▸ **What you have to do**
Only the lines holding the string "null" are needed; copy each of them from the data.

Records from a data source
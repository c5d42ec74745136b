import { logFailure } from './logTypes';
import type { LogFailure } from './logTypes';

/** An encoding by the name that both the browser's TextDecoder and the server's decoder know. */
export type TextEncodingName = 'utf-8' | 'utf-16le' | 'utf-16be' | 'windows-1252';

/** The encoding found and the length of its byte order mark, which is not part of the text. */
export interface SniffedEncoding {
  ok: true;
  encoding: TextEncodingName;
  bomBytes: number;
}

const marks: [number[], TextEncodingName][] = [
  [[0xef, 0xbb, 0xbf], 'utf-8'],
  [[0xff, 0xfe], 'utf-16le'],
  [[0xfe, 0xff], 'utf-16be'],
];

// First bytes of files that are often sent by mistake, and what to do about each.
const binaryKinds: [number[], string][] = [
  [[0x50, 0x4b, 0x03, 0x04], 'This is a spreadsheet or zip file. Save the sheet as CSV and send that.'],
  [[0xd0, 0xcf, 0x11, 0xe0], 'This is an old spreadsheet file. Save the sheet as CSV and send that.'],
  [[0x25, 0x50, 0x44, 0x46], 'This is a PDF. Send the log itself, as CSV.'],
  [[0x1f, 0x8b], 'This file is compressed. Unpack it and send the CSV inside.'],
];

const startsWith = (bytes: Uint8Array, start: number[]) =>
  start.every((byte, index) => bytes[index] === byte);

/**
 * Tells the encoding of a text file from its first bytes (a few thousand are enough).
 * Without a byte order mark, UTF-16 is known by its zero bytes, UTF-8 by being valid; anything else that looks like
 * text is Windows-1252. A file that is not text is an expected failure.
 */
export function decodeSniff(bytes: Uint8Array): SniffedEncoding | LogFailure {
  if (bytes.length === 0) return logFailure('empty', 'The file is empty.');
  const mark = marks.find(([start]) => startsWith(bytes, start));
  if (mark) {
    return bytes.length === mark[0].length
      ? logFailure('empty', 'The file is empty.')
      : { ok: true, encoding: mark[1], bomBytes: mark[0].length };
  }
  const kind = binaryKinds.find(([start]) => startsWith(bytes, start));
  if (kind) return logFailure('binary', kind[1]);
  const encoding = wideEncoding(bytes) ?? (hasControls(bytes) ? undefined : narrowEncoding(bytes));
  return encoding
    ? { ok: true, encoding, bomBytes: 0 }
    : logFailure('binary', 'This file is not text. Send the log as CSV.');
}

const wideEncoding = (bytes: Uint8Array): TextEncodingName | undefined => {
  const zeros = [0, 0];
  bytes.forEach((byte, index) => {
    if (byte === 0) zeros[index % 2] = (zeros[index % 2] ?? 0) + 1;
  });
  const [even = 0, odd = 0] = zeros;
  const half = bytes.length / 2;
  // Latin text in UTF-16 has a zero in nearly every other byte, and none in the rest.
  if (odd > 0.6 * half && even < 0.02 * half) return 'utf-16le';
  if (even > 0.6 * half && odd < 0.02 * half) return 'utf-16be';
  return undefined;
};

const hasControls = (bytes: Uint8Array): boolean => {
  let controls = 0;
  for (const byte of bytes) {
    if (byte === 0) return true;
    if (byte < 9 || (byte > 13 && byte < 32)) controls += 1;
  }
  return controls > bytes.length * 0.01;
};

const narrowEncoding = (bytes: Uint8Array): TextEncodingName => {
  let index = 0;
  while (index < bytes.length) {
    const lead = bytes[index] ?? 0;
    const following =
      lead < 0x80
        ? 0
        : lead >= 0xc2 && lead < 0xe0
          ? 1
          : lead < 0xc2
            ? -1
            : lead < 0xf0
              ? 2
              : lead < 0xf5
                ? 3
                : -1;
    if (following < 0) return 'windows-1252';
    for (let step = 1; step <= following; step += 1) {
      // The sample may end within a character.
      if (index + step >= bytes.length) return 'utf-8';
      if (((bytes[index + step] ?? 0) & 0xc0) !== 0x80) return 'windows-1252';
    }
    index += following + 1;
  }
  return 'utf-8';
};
...
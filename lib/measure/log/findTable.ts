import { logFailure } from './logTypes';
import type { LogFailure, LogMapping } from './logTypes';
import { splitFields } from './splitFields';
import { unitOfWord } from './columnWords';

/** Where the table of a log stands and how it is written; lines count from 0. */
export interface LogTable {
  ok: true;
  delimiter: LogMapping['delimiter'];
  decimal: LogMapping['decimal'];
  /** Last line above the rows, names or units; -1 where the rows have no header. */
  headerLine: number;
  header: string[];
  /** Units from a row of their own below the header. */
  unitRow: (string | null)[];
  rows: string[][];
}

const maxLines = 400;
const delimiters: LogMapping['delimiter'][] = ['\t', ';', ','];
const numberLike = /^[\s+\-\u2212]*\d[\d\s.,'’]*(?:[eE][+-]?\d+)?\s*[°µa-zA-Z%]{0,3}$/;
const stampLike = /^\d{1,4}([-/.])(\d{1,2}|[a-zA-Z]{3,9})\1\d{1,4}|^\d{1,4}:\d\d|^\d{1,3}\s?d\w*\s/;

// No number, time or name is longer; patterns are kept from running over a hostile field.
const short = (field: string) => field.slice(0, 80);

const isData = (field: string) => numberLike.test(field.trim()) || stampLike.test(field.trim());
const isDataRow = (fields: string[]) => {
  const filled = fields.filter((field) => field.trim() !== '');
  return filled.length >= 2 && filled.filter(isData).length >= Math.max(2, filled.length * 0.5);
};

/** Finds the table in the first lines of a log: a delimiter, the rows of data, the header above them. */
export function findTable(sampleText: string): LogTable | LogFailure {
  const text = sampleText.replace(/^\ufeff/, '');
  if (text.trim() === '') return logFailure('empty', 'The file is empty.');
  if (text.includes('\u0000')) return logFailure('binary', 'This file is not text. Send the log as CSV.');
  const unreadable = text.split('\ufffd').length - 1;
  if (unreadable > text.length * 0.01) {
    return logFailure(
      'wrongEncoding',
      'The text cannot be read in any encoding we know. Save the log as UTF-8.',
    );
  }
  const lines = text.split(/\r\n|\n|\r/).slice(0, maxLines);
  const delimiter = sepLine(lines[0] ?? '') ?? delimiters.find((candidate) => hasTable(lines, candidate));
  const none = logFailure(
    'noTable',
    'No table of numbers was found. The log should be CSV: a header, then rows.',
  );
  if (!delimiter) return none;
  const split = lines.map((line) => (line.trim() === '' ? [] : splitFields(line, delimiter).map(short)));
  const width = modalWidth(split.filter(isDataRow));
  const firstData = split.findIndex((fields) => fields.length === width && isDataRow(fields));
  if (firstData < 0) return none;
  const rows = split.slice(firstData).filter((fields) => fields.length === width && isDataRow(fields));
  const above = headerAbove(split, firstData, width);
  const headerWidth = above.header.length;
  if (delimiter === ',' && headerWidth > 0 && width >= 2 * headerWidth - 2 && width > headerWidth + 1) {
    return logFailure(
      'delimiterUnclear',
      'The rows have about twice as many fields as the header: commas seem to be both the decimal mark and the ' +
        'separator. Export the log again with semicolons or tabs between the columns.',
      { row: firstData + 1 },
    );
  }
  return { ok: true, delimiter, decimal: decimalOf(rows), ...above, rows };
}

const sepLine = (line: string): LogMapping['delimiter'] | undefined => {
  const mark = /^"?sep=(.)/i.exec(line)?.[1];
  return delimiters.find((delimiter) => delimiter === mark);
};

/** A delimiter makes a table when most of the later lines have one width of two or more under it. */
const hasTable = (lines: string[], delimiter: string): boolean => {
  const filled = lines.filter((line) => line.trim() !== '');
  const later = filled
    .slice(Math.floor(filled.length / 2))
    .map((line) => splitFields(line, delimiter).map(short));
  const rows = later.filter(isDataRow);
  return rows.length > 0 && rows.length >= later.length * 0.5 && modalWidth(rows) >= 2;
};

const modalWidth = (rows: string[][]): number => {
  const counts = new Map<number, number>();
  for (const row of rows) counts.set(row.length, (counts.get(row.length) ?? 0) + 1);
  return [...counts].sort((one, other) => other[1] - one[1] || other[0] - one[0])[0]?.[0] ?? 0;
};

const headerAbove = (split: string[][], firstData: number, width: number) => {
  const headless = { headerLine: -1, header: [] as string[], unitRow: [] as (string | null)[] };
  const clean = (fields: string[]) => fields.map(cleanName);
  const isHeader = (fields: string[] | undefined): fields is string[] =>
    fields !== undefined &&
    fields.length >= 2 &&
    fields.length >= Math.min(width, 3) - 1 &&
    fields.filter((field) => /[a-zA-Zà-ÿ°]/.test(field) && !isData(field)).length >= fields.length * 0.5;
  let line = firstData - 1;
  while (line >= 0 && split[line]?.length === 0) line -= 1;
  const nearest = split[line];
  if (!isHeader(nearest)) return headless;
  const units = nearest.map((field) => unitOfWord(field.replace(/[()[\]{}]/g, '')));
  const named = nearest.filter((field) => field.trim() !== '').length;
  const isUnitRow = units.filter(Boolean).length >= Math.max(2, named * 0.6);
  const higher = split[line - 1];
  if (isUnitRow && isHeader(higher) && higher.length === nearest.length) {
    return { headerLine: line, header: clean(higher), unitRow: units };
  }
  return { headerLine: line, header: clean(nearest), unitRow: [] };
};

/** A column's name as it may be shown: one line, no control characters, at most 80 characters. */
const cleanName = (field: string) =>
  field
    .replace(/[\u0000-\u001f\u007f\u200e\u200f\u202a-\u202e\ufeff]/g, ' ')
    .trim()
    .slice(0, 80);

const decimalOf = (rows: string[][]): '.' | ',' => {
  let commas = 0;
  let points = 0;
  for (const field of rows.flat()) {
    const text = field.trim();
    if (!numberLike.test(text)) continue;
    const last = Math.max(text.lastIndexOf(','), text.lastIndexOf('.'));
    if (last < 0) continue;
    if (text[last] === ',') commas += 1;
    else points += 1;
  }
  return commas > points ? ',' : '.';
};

▸ **Response to this task**
  unitRow: (string | null)[];
  const headless = { headerLine: -1, header: [] as string[], unitRow: [] as (string | null)[] };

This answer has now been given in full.